1. Implement your schema markup
For a product you’ll need to implement the “product” badge, for recipe, it’s the “recipe badge”.
You can also try to appear for “similar items” and “related items” by adding product markup to host pages including information like name, image, price, currency and availability.
For more on implementing the schema markup, see the Google support pages.
2. Confirm your markup
Once you’ve implemented your schema markup, you’ll need to validate it, by running some URLs through the Google structured data testing tool.
3. Wait for it to bed in
You may need to wait for up to a week for your site to be crawled and for any changes to show up in search, and it’s not guaranteed that changes will go through at all.
4. Test with a Site:YourDomain.uk query
After a week or so, check that your images have been indexed by running a search on your site.
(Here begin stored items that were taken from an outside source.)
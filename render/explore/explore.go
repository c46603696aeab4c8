// Package explore finds what in a feature's data is worth showing on its
// own, before it goes on a page: the pairs of selected terms whose
// plotted lines are most alike, and the strongest hand-overs (one term
// falls as the other rises, with the year their lines cross). Each pair
// comes with the inserts entry that would show it, ready to paste under
// the spec's inserts key; Report.Graphics lays each out as that insert
// would be drawn, and WriteSheets draws them on a sheet (a PNG contact
// sheet and a PDF of one page per pair). WriteSwatches draws the era
// palette's swatch sheet, for a look at the colours before a build.
//
// Find and Graphics are pure; WriteSheets and WriteSwatches write their
// two files each through temporary names and touch nothing else. Nothing here reads the
// environment or the clock: the sheet's date is the caller's.
package explore

import (
	"bytes"
	"encoding/json"
	"errors"
	"fmt"
	"io"
	"math"
	"strconv"
	"strings"

	"sheaf/layout/fonts"
	"sheaf/render/feature"
	"sheaf/render/insert"
	"sheaf/render/slug"
	"sheaf/specs"
	"sheaf/specs/series"
	"sheaf/specs/series/shape"
)

// Options says how many pairs to find and how their inserts look.
type Options struct {
	// Top is how many pairs of each kind to keep, 1 to 100.
	Top int
	// PerTerm is the most rows of a kind one term may appear in (0: no
	// limit), so one restless term does not fill the table.
	PerTerm int
	// Output names the output the inserts borrow (fonts, type, kind);
	// "" is the spec's first.
	Output string
	// Size is the inserts' size, "W x H" as a spec writes it; "" is
	// 90mm x 60mm for print and 480px x 300px for screen.
	Size string
}

// OptionError is an option the job cannot honour: an output the spec
// does not have, a size that does not parse or is too small to draw a
// pair in. It is bad input (wrapped in a *specs.InputError).
type OptionError struct {
	Option string // the option, as Options names it in lower case: "output", "size", "top"
	Text   string // what is wrong, as it follows the option's name
}

func (e *OptionError) Error() string { return e.Option + e.Text }

func optionErr(option, format string, a ...any) error {
	return specs.BadInput(&OptionError{Option: option, Text: fmt.Sprintf(format, a...)})
}

// Report is the pairs found: what `sheaf pairs --json` prints (README
// documents it).
type Report struct {
	Spec      string `json:"spec"`
	Terms     int    `json:"terms"`
	Alike     []Pair `json:"alike"`
	HandOvers []Pair `json:"hand_overs"`
	// Files are the sheet's files, once the caller has written them
	// (WriteSheets) and put them here.
	Files []string `json:"files,omitempty"`

	job    *feature.Job
	output *specs.Output // the output the inserts borrow
	size   specs.Size    // the inserts' size
	rows   []*Pair       // Alike then HandOvers, numbered in that order
}

// Pair is one pair: its number (as on the sheet), its terms and score,
// and the inserts entry that shows it.
type Pair struct {
	Number int      `json:"number"`
	Kind   string   `json:"kind"` // "alike" or "hand-over"
	Terms  []string `json:"terms"`
	// Distance (alike): the root-mean-square difference of the two
	// lines' signatures (as plotted, in plot heights, then their
	// cumulative share of ink; package shape).
	Distance float64 `json:"distance,omitempty"`
	// Strength (hand-over): the smaller of the first term's fall and the
	// second's rise across the split, in plot heights.
	Strength  float64 `json:"strength,omitempty"`
	SplitYear int     `json:"split_year,omitempty"`
	Crossing  int     `json:"crossing_year,omitempty"`
	Insert    Insert  `json:"insert"`
	YAML      string  `json:"yaml"` // the entry, ready to paste under inserts:
	series    []int
}

// Insert is an inserts entry of the spec.
type Insert struct {
	Name   string   `json:"name"`
	Output string   `json:"output"`
	Size   string   `json:"size"`
	Terms  []string `json:"terms"`
	Title  string   `json:"title"`
}

// LoadData reads a spec's data for exploring: the selected terms, in the
// listed order and ungrouped, since the order of panels does not matter
// here (the similarity order a spec may ask for takes seconds for
// thousands of terms). The spec itself is not changed.
func LoadData(s *specs.Spec) (*feature.Job, error) {
	unordered := *s
	unordered.Order, unordered.Group = specs.OrderListed, specs.GroupNone
	return feature.LoadData(&unordered)
}

// Find searches the job's selected terms, as plotted, for the most alike
// pairs and the strongest hand-overs. Errors are bad input.
func Find(j *feature.Job, opt Options) (*Report, error) {
	if opt.Top < 1 || opt.Top > 100 {
		return nil, optionErr("top", " %d: give 1 to 100", opt.Top)
	}
	if opt.PerTerm < 0 {
		return nil, optionErr("per-term", " %d: give 0 or more", opt.PerTerm)
	}
	if len(j.Spec.Outputs) == 0 {
		return nil, specs.BadInput(errors.New("the spec has no outputs"))
	}
	rep := &Report{Spec: j.Spec.File, Terms: len(j.Data.Series), job: j, output: &j.Spec.Outputs[0],
		Alike: []Pair{}, HandOvers: []Pair{}}
	if opt.Output != "" {
		if rep.output = j.Spec.Output(opt.Output); rep.output == nil {
			return nil, optionErr("output", " %s: the spec has no output of that name", opt.Output)
		}
	}
	rep.size = specs.Size{W: specs.Length(90 * specs.PtPerMm), H: specs.Length(60 * specs.PtPerMm)}
	if rep.output.Kind == specs.Screen {
		rep.size = specs.Size{W: specs.Length(480 * specs.PtPerPx), H: specs.Length(300 * specs.PtPerPx)}
	}
	if opt.Size != "" {
		var err error
		if rep.size, err = specs.ParseSize(opt.Size, false); err != nil {
			return nil, optionErr("size", ": %v", err)
		}
	}
	rep.find(opt.Top, opt.PerTerm)
	return rep, nil
}

// Pairs are the rows found, alike then hand-overs, in the numbers' order.
func (r *Report) Pairs() []*Pair { return r.rows }

// find fills the report's rows from the plotted shapes.
func (r *Report) find(top, perTerm int) {
	d := r.job.Data
	shapes := d.Shapes()
	size := specLength(r.output, r.size.W) + " x " + specLength(r.output, r.size.H)
	entry := func(kind string, a, b int, title string) Insert {
		ta, tb := d.Series[a].Term, d.Series[b].Term
		return Insert{Name: kind + "-" + slug.Of(ta) + "-" + slug.Of(tb), Output: r.output.Name, Size: size,
			Terms: []string{ta, tb}, Title: title}
	}
	for _, p := range shape.Similar(shapes, top, perTerm) {
		ta, tb := d.Series[p.A].Term, d.Series[p.B].Term
		r.Alike = append(r.Alike, Pair{Kind: "alike", Terms: []string{ta, tb}, Distance: round4(p.Distance),
			Insert: entry("alike", p.A, p.B, ta+" and "+tb), series: []int{p.A, p.B}})
	}
	for _, h := range shape.HandOvers(shapes, top, perTerm) {
		ta, tb := d.Series[h.Falling].Term, d.Series[h.Rising].Term
		cross := d.Span.From + h.Crossing
		r.HandOvers = append(r.HandOvers, Pair{Kind: "hand-over", Terms: []string{ta, tb}, Strength: round4(h.Strength),
			SplitYear: d.Span.From + h.Split, Crossing: cross,
			Insert: entry("handover", h.Falling, h.Rising, fmt.Sprintf("%s gives way to %s; the lines cross in %d", ta, tb, cross)),
			series: []int{h.Falling, h.Rising}})
	}
	n := 0
	for _, list := range [][]Pair{r.Alike, r.HandOvers} {
		for i := range list {
			n++
			list[i].Number = n
			list[i].YAML = list[i].Insert.yaml()
			r.rows = append(r.rows, &list[i])
		}
	}
}

// specLength writes a length as a spec would: px on screen, mm in
// print, to 0.1 without trailing zeros ("90mm", "480px").
func specLength(o *specs.Output, l specs.Length) string {
	v, unit := l.Mm(), "mm"
	if o.Kind == specs.Screen {
		v, unit = l.Px(), "px"
	}
	return strconv.FormatFloat(math.Round(v*10)/10, 'f', -1, 64) + unit
}

func round4(v float64) float64 { return float64(int64(v*1e4+0.5)) / 1e4 }

// yaml is the entry as one line to paste under the spec's inserts key.
func (e Insert) yaml() string {
	q := func(s string) string {
		var b bytes.Buffer
		enc := json.NewEncoder(&b) // a JSON string is a YAML double-quoted scalar
		enc.SetEscapeHTML(false)
		enc.Encode(s)
		return strings.TrimSpace(b.String())
	}
	terms := make([]string, len(e.Terms))
	for i, t := range e.Terms {
		terms[i] = q(t)
	}
	return fmt.Sprintf("%s: {output: %s, size: %s, terms: [%s], title: %s}", e.Name, e.Output, e.Size, strings.Join(terms, ", "), q(e.Title))
}

// Graphics lays out each pair as a comparison panel, as the insert it
// proposes would be drawn, numbered as in the report. A size too small
// for a pair's plot is an *OptionError (bad input): the pasted entry
// would fail too.
func (r *Report) Graphics() ([]*insert.Graphic, error) {
	j := r.job
	if len(r.rows) == 0 {
		return nil, nil
	}
	fset, err := fonts.Load(j.Spec, r.output)
	if err != nil {
		return nil, err
	}
	sc, err := feature.Scale(j.Spec, j.Data.Span)
	if err != nil {
		return nil, err
	}
	var out []*insert.Graphic
	for _, p := range r.rows {
		in := &specs.Insert{Name: p.Insert.Name, Output: r.output.Name, Size: r.size,
			Terms: p.Insert.Terms, Title: fmt.Sprintf("%d. %s", p.Number, p.Insert.Title)}
		d := *j.Data
		d.Series = []series.Series{j.Data.Series[p.series[0]], j.Data.Series[p.series[1]]}
		d.Groups = []series.Group{{Count: 2}}
		g, err := insert.New(j.Spec, in, r.output, &d, sc, fset)
		if err != nil {
			// The insert is not in the spec: its message names no place
			// in it, only what the size must become.
			msg := err.Error()
			if _, after, ok := strings.Cut(msg, fmt.Sprintf("insert %q: ", in.Name)); ok {
				msg = after
			}
			return nil, optionErr("size", " %s x %s is too small for pair %d: %s", specLength(r.output, r.size.W), specLength(r.output, r.size.H), p.Number, msg)
		}
		out = append(out, g)
	}
	return out, nil
}

// WriteTable prints the report for a person, as `sheaf pairs` does: each
// list numbered as on the sheet, each pair with its score and the
// inserts entry to paste.
func (r *Report) WriteTable(w io.Writer) {
	fmt.Fprintf(w, "%s: %d terms compared as plotted\n\n", r.Spec, r.Terms)
	fmt.Fprintln(w, "Most alike (distance: root-mean-square difference of the lines as plotted and of their cumulative ink; 0 is the same line)")
	if len(r.Alike) == 0 {
		fmt.Fprintln(w, "  none")
	}
	for _, p := range r.Alike {
		fmt.Fprintf(w, "%3d  %.4f  %s · %s\n", p.Number, p.Distance, p.Terms[0], p.Terms[1])
		fmt.Fprintf(w, "     %s\n", p.YAML)
	}
	fmt.Fprintln(w, "\nStrongest hand-overs (strength: the smaller of the first term's fall and the second's rise, in plot heights)")
	if len(r.HandOvers) == 0 {
		fmt.Fprintln(w, "  none")
	}
	for _, p := range r.HandOvers {
		fmt.Fprintf(w, "%3d  %.4f  %s → %s, lines cross in %d\n", p.Number, p.Strength, p.Terms[0], p.Terms[1], p.Crossing)
		fmt.Fprintf(w, "     %s\n", p.YAML)
	}
	fmt.Fprintln(w, "\nPaste a line under inserts: in the spec; `sheaf build` then draws it.")
}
If you don’t see any badges, then something’s gone wrong and you’ll have to go back to validating your schema.
Focus on visual quality
Aside from structured markup, the images you choose and how you treat them can massively impact on whether they’ll appear in search.
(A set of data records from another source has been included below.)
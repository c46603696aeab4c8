package explore

import (
	"context"
	"io"
	"path/filepath"
	"time"

	"github.com/tdewolff/canvas"

	"sheaf/render/feature"
	"sheaf/render/pdf"
	"sheaf/render/production"
	"sheaf/render/swatch"
	"sheaf/specs"
)

// SwatchCheck picks the palette check the swatch sheet shows: the first
// output printed on a press (the sheet shows the press beside the
// screen), else the first. checks must not be empty.
func SwatchCheck(checks []feature.PaletteCheck) feature.PaletteCheck {
	for _, c := range checks {
		if c.Press != nil {
			return c
		}
	}
	return checks[0]
}

// WriteSwatches writes the era palette's swatch sheet for a palette
// check (feature.Job.CheckPalette, SwatchCheck) into dir, made if
// missing: swatch.png at 150 dpi and swatch.pdf titled after the
// feature, dated date. It returns the two paths. Each file is written
// under a temporary name and renamed into place when whole.
func WriteSwatches(ctx context.Context, c feature.PaletteCheck, title, dir string, date time.Time) ([]string, error) {
	if err := ctx.Err(); err != nil {
		return nil, err
	}
	png := filepath.Join(dir, "swatch.png")
	if err := production.WriteAtomic(png, func(w io.Writer) error { return swatch.WritePNGFor(w, c.Scale, c.Report, 150, c.Press) }); err != nil {
		return nil, err
	}
	if err := ctx.Err(); err != nil {
		return nil, err
	}
	pdfPath := filepath.Join(dir, "swatch.pdf")
	err := production.WriteAtomic(pdfPath, func(w io.Writer) error {
		wmm, hmm := swatch.SizeFor(c.Press)
		pw := pdf.NewWriter(w, pdf.Options{Title: title + " — era palette", Version: production.Version, Date: date})
		r := canvas.Rect{X0: 0, Y0: 0, X1: wmm * specs.PtPerMm, Y1: hmm * specs.PtPerMm}
		if err := pw.AddPage(pdf.PageSetup{Boxes: pdf.PageBoxes{Media: r, Bleed: r, Trim: r}}, func(cv *canvas.Canvas) error {
			return swatch.DrawFor(cv, c.Scale, c.Report, c.Press)
		}); err != nil {
			return err
		}
		return pw.Close()
	})
	if err != nil {
		return nil, err
	}
	return []string{png, pdfPath}, nil
}
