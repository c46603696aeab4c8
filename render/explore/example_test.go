package explore_test

import (
	"context"
	"fmt"
	"log"
	"os"
	"path/filepath"

	"sheaf/render/explore"
	"sheaf/render/feature"
	"sheaf/specs"
)

// Find the two most alike pairs of a small feature's terms, print the
// inserts entries that would show them, and draw them on a sheet.
func ExampleFind() {
	spec, err := specs.Load("../../testdata/small/spec.yaml")
	if err != nil {
		log.Fatal(err)
	}
	job, err := explore.LoadData(spec)
	if err != nil {
		log.Fatal(err)
	}
	rep, err := explore.Find(job, explore.Options{Top: 2})
	if err != nil {
		log.Fatal(err) // a *specs.InputError: errors.As finds an *explore.OptionError in it
	}
	for _, p := range rep.Pairs() {
		fmt.Printf("%d %s %.4f\n  %s\n", p.Number, p.Kind, p.Distance, p.YAML)
	}
	graphics, err := rep.Graphics()
	if err != nil {
		log.Fatal(err)
	}
	dir, err := os.MkdirTemp("", "sheaf-example-")
	if err != nil {
		log.Fatal(err)
	}
	defer os.RemoveAll(dir)
	// The date comes from the caller (never the clock): same inputs, same bytes.
	files, err := explore.WriteSheets(context.Background(), rep, graphics, dir, feature.FallbackDate)
	if err != nil {
		log.Fatal(err)
	}
	for _, f := range files {
		fmt.Println(filepath.Base(f))
	}
	// Output:
	// 1 alike 0.2870
	//   alike-telegraph-massstab: {output: print, size: 90mm x 60mm, terms: ["telegraph", "Maßstab"], title: "telegraph and Maßstab"}
	// 2 alike 0.5229
	//   alike-boiler-massstab: {output: print, size: 90mm x 60mm, terms: ["boiler", "Maßstab"], title: "boiler and Maßstab"}
	// pairs.png
	// pairs.pdf
}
Stock images are increasingly frowned upon when it comes to sourcing visuals. There’s so much technology available for high-quality images to be produced that stock photos look unnatural by comparison, and therefore don’t achieve much traffic.
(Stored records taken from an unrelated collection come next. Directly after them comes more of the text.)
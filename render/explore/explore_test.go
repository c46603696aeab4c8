package explore

import (
	"bytes"
	"context"
	"os"
	"os/exec"
	"path/filepath"
	"strings"
	"sync"
	"testing"

	"github.com/stretchr/testify/assert"
	"github.com/stretchr/testify/require"

	"sheaf/examples/generate/corpus"
	"sheaf/render/feature"
	"sheaf/render/tooltest"
	"sheaf/specs"
)

// TestMain says at the end, in one line, how many checks were skipped for
// want of an outside program and which are missing.
func TestMain(m *testing.M) { tooltest.Main(m) }

const smallSpec = "../../testdata/small/spec.yaml"

func loadSmall(t testing.TB) *feature.Job {
	s, err := specs.Load(smallSpec)
	require.NoError(t, err)
	j, err := LoadData(s)
	require.NoError(t, err)
	return j
}

// Find on the small feature (three invented terms): every pair of the
// three is listed closest first, numbered from 1, and each entry pasted
// under inserts: in the spec loads and lays out as an insert — the point
// of printing it. Names are slugs (Maßstab → massstab, Unicode full case
// folding; render/slug).
func TestFindPastedInsertsLayOut(t *testing.T) {
	j := loadSmall(t)
	rep, err := Find(j, Options{Top: 3, PerTerm: 0})
	require.NoError(t, err)
	assert.Equal(t, 3, rep.Terms)
	require.Len(t, rep.Alike, 3, "three terms make three pairs")
	require.Len(t, rep.Pairs(), len(rep.Alike)+len(rep.HandOvers))
	for i, p := range rep.Pairs() {
		assert.Equal(t, i+1, p.Number)
	}
	for i := 1; i < len(rep.Alike); i++ {
		assert.LessOrEqual(t, rep.Alike[i-1].Distance, rep.Alike[i].Distance, "closest first")
	}
	assert.Equal(t, `alike-telegraph-massstab: {output: print, size: 90mm x 60mm, terms: ["telegraph", "Maßstab"], title: "telegraph and Maßstab"}`,
		rep.Alike[0].YAML, "the plotted lines of telegraph and Maßstab both rise late (testdata/small/counts.csv)")

	text, err := os.ReadFile(smallSpec)
	require.NoError(t, err)
	pasted := string(text) + "inserts:\n"
	for _, p := range rep.Pairs() {
		pasted += "  " + p.YAML + "\n"
	}
	s, err := specs.Parse(filepath.Join(filepath.Dir(smallSpec), "pasted.yaml"), []byte(pasted))
	require.NoError(t, err, "the pasted lines are valid inserts entries")
	require.Len(t, s.Inserts, 3)
	pj, err := feature.LoadData(s)
	require.NoError(t, err)
	_, err = pj.PrepareInserts()
	require.NoError(t, err, "each pasted insert lays out")

	gs, err := rep.Graphics()
	require.NoError(t, err)
	require.Len(t, gs, 3, "one graphic a pair")
	w, h := gs[0].Size()
	assert.InDelta(t, 255.118, w, 1e-3, "90 mm (1 in = 25.4 mm = 72 pt)")
	assert.InDelta(t, 170.079, h, 1e-3, "60 mm")
	assert.Equal(t, "1. telegraph and Maßstab", gs[0].Title(), "numbered as in the report")
}

// An option the job cannot honour is an *OptionError, marked bad input;
// its text follows the option's name, as the CLI prints it after "--".
func TestOptionErrors(t *testing.T) {
	j := loadSmall(t)
	for _, tc := range []struct {
		opt    Options
		option string
		text   string
	}{
		{Options{Top: 0}, "top", " 0: give 1 to 100"},
		{Options{Top: 101}, "top", " 101: give 1 to 100"},
		{Options{Top: 1, PerTerm: -1}, "per-term", " -1: give 0 or more"},
		{Options{Top: 1, Output: "nowhere"}, "output", " nowhere: the spec has no output of that name"},
		{Options{Top: 1, Size: "90mm"}, "size", `: "90mm" is not a size`},
	} {
		_, err := Find(j, tc.opt)
		require.Error(t, err, "%+v", tc.opt)
		var oe *OptionError
		require.ErrorAs(t, err, &oe)
		assert.Equal(t, tc.option, oe.Option)
		assert.True(t, strings.HasPrefix(oe.Text, tc.text), "%q", oe.Text)
		assert.True(t, specs.IsBadInput(err))
	}
	rep, err := Find(j, Options{Top: 1, Size: "5mm x 5mm"})
	require.NoError(t, err)
	_, err = rep.Graphics()
	var oe *OptionError
	require.ErrorAs(t, err, &oe, "a size too small for the plot shows when laid out")
	assert.Equal(t, "size", oe.Option)
	assert.Contains(t, oe.Text, " 5mm x 5mm is too small for pair 1: ")
	assert.True(t, specs.IsBadInput(err))
}

// A screen output's inserts are sized in CSS px (480 × 300 by default).
func TestFindScreenSize(t *testing.T) {
	j := loadSmall(t)
	j.Spec.Outputs = append(j.Spec.Outputs, specs.Output{Name: "web", Kind: specs.Screen})
	rep, err := Find(j, Options{Top: 1, Output: "web"})
	require.NoError(t, err)
	assert.Equal(t, "480px x 300px", rep.Alike[0].Insert.Size)
	assert.Equal(t, "web", rep.Alike[0].Insert.Output)
}

// The sheet: a PNG and a PDF of one page per pair at the insert's size
// (read back with poppler's pdfinfo); the same bytes twice; nothing else
// in the folder touched; a cancelled context writes nothing.
func TestWriteSheets(t *testing.T) {
	j := loadSmall(t)
	rep, err := Find(j, Options{Top: 3})
	require.NoError(t, err)
	gs, err := rep.Graphics()
	require.NoError(t, err)
	dir := t.TempDir()
	require.NoError(t, os.WriteFile(filepath.Join(dir, "notes.txt"), []byte("mine"), 0o644))
	date := feature.FallbackDate

	_, err = WriteSheets(canceled(), rep, gs, dir, date)
	require.ErrorIs(t, err, context.Canceled)
	entries, _ := os.ReadDir(dir)
	assert.Len(t, entries, 1, "cancelled: nothing written")

	files, err := WriteSheets(context.Background(), rep, gs, dir, date)
	require.NoError(t, err)
	require.Equal(t, []string{filepath.Join(dir, "pairs.png"), filepath.Join(dir, "pairs.pdf")}, files)
	png1, err := os.ReadFile(files[0])
	require.NoError(t, err)
	assert.True(t, bytes.HasPrefix(png1, []byte("\x89PNG\r\n\x1a\n")), "PNG signature (ISO/IEC 15948 §5.2)")
	pdf1, err := os.ReadFile(files[1])
	require.NoError(t, err)
	pdfinfo := tooltest.Require(t, "pdfinfo", "poppler-utils")
	info, err := exec.Command(pdfinfo, files[1]).Output()
	require.NoError(t, err)
	assert.Regexp(t, `Pages:\s+3\n`, string(info), "one page per pair")
	assert.Regexp(t, `Page size:\s+255.118 x 170.079 pts`, string(info), "90 mm × 60 mm (1 in = 25.4 mm, 72 pt)")

	_, err = WriteSheets(context.Background(), rep, gs, dir, date)
	require.NoError(t, err)
	png2, _ := os.ReadFile(files[0])
	pdf2, _ := os.ReadFile(files[1])
	assert.Equal(t, png1, png2, "same PNG bytes")
	assert.Equal(t, pdf1, pdf2, "same PDF bytes")
	notes, _ := os.ReadFile(filepath.Join(dir, "notes.txt"))
	assert.Equal(t, "mine", string(notes))
	entries, _ = os.ReadDir(dir)
	assert.Len(t, entries, 3, "no stray temporary file")
}

func canceled() context.Context {
	ctx, cancel := context.WithCancelCause(context.Background())
	cancel(context.Canceled)
	return ctx
}

// LoadData leaves the caller's spec as it was.
func TestLoadDataKeepsSpec(t *testing.T) {
	s, err := specs.Load(smallSpec)
	require.NoError(t, err)
	s.Order = specs.OrderSimilarity
	_, err = LoadData(s)
	require.NoError(t, err)
	assert.Equal(t, specs.OrderSimilarity, s.Order)
}

// pairsCatalog writes the benchmark catalog of the issues once: 4,000
// invented terms over 1851–2025 (175 years) from the demo generator,
// with the demo's outputs.
var pairsCatalog = sync.OnceValues(func() (string, error) {
	dir, err := os.MkdirTemp("", "sheaf-pairs-catalog-*")
	if err != nil {
		return "", err
	}
	cfg := corpus.DefaultConfig()
	cfg.Terms, cfg.From = 4000, 1851
	if err := corpus.WriteDir(filepath.Join(dir, "data"), cfg); err != nil {
		return "", err
	}
	demo, err := os.ReadFile("../../examples/quillmere/feature.yaml")
	if err != nil {
		return "", err
	}
	spec := strings.NewReplacer("top: 384", "top: 4000", "years: {from: 1868, to: 2025}", "years: {from: 1851, to: 2025}",
		"min-total: 200", "min-total: 0").Replace(string(demo))
	path := filepath.Join(dir, "catalog.yaml")
	return path, os.WriteFile(path, []byte(spec), 0o644)
})

// BenchmarkPairsCatalog: the pair search on the 4,000-term catalog
// (175 years), data loaded once: shapes, the most alike pairs and the
// strongest hand-overs (top 8 of each).
//
//	go test ./render/explore -run '^$' -bench PairsCatalog -benchtime 3x
func BenchmarkPairsCatalog(b *testing.B) {
	spec, err := pairsCatalog()
	require.NoError(b, err)
	j, err := feature.Load(spec)
	require.NoError(b, err)
	for b.Loop() {
		rep, err := Find(j, Options{Top: 8, PerTerm: 2, Size: "90mm x 60mm"})
		require.NoError(b, err)
		// Top 8 of each: the catalog always has 8 alike pairs; hand-overs are
		// only those past the search's threshold, so there may be fewer.
		require.Len(b, rep.Alike, 8)
		require.LessOrEqual(b, len(rep.HandOvers), 8)
		require.Len(b, rep.Pairs(), len(rep.Alike)+len(rep.HandOvers), "one table row per pair")
	}
}

// The table: each list under its heading, "none" for an empty one, each
// pair's entry below it (the small feature has no hand-over: boiler's
// fall and telegraph's rise overlap too little).
func TestWriteTable(t *testing.T) {
	rep, err := Find(loadSmall(t), Options{Top: 1})
	require.NoError(t, err)
	var b bytes.Buffer
	rep.WriteTable(&b)
	want := "../../testdata/small/spec.yaml: 3 terms compared as plotted\n\n" +
		"Most alike (distance: root-mean-square difference of the lines as plotted and of their cumulative ink; 0 is the same line)\n" +
		"  1  0.2870  telegraph · Maßstab\n" +
		"     " + rep.Alike[0].YAML + "\n" +
		"\nStrongest hand-overs (strength: the smaller of the first term's fall and the second's rise, in plot heights)\n" +
		"  none\n" +
		"\nPaste a line under inserts: in the spec; `sheaf build` then draws it.\n"
	assert.Equal(t, want, b.String())
}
High-quality natural images will allow you to demonstrate your brand personality and so will get you decent clicks. Make sure you’re taking photos on a decent camera, and use online tools to make the best of them.
Save your image file in the right size. If it’s too big it might slow down your site speed. Essentially your image size needs to be no bigger than the width of your blog. Squarespace suggests image sizes of around 1500 and 2500 pixels.
Finally, make sure your image is optimised to include keyword-rich image-alt tags, image file names, and descriptive captions.
Build a visual search capability in your app/site
Although it might be a bit premature – and therefore expensive – for most SMEs to do this, 8% of companies have already built visual search into their web inventory.
As the software gets cheaper and integrations more readily available, this number will grow.
For most brands, it’s a case of watching this space.
Add an image sitemap
Publishing an image sitemap will give search engines more chance to find your images and have them displayed in search results.
To create an image sitemap, take a look at Google’s guide which takes you through the process here.
Or, if you have a WordPress site, you can download the Google XML Sitemap for Images plugin, which will gather your images from your media library.
Use Pinterest to promote your products
With 600 million Pinterest Lens searches every month, the best way to get into visual search is by promoting your products here.
Its visual search technology and image recognition are probably the best available. Given the sheer numbers of pinners using the app to inspire their purchasing, having your product ad show up next to similar products is bound to bring you a good ROI.
The future of visual search for marketing is unclear, although as AI advances progress, possibilities for visual search will start to become clearer.
It’s unlikely that image search will ever replace text-based search. But it is likely that in the future both text and visual search will have to run alongside each other.
What is also likely is that visual search will be a big deal for the retail industry, which has, for a long time, been reliant on visual processing and image recognition.
But SMEs can start benefiting too. Savvy marketers can start to ensure that they’re making the best of their images by:
- Optimising images for search.
- Adding structured data (including badges) to distinguish them from other images.
- Submitting image sitemaps to get images found online.
- Creating ads on Pinterest that will be displayed when products are searched.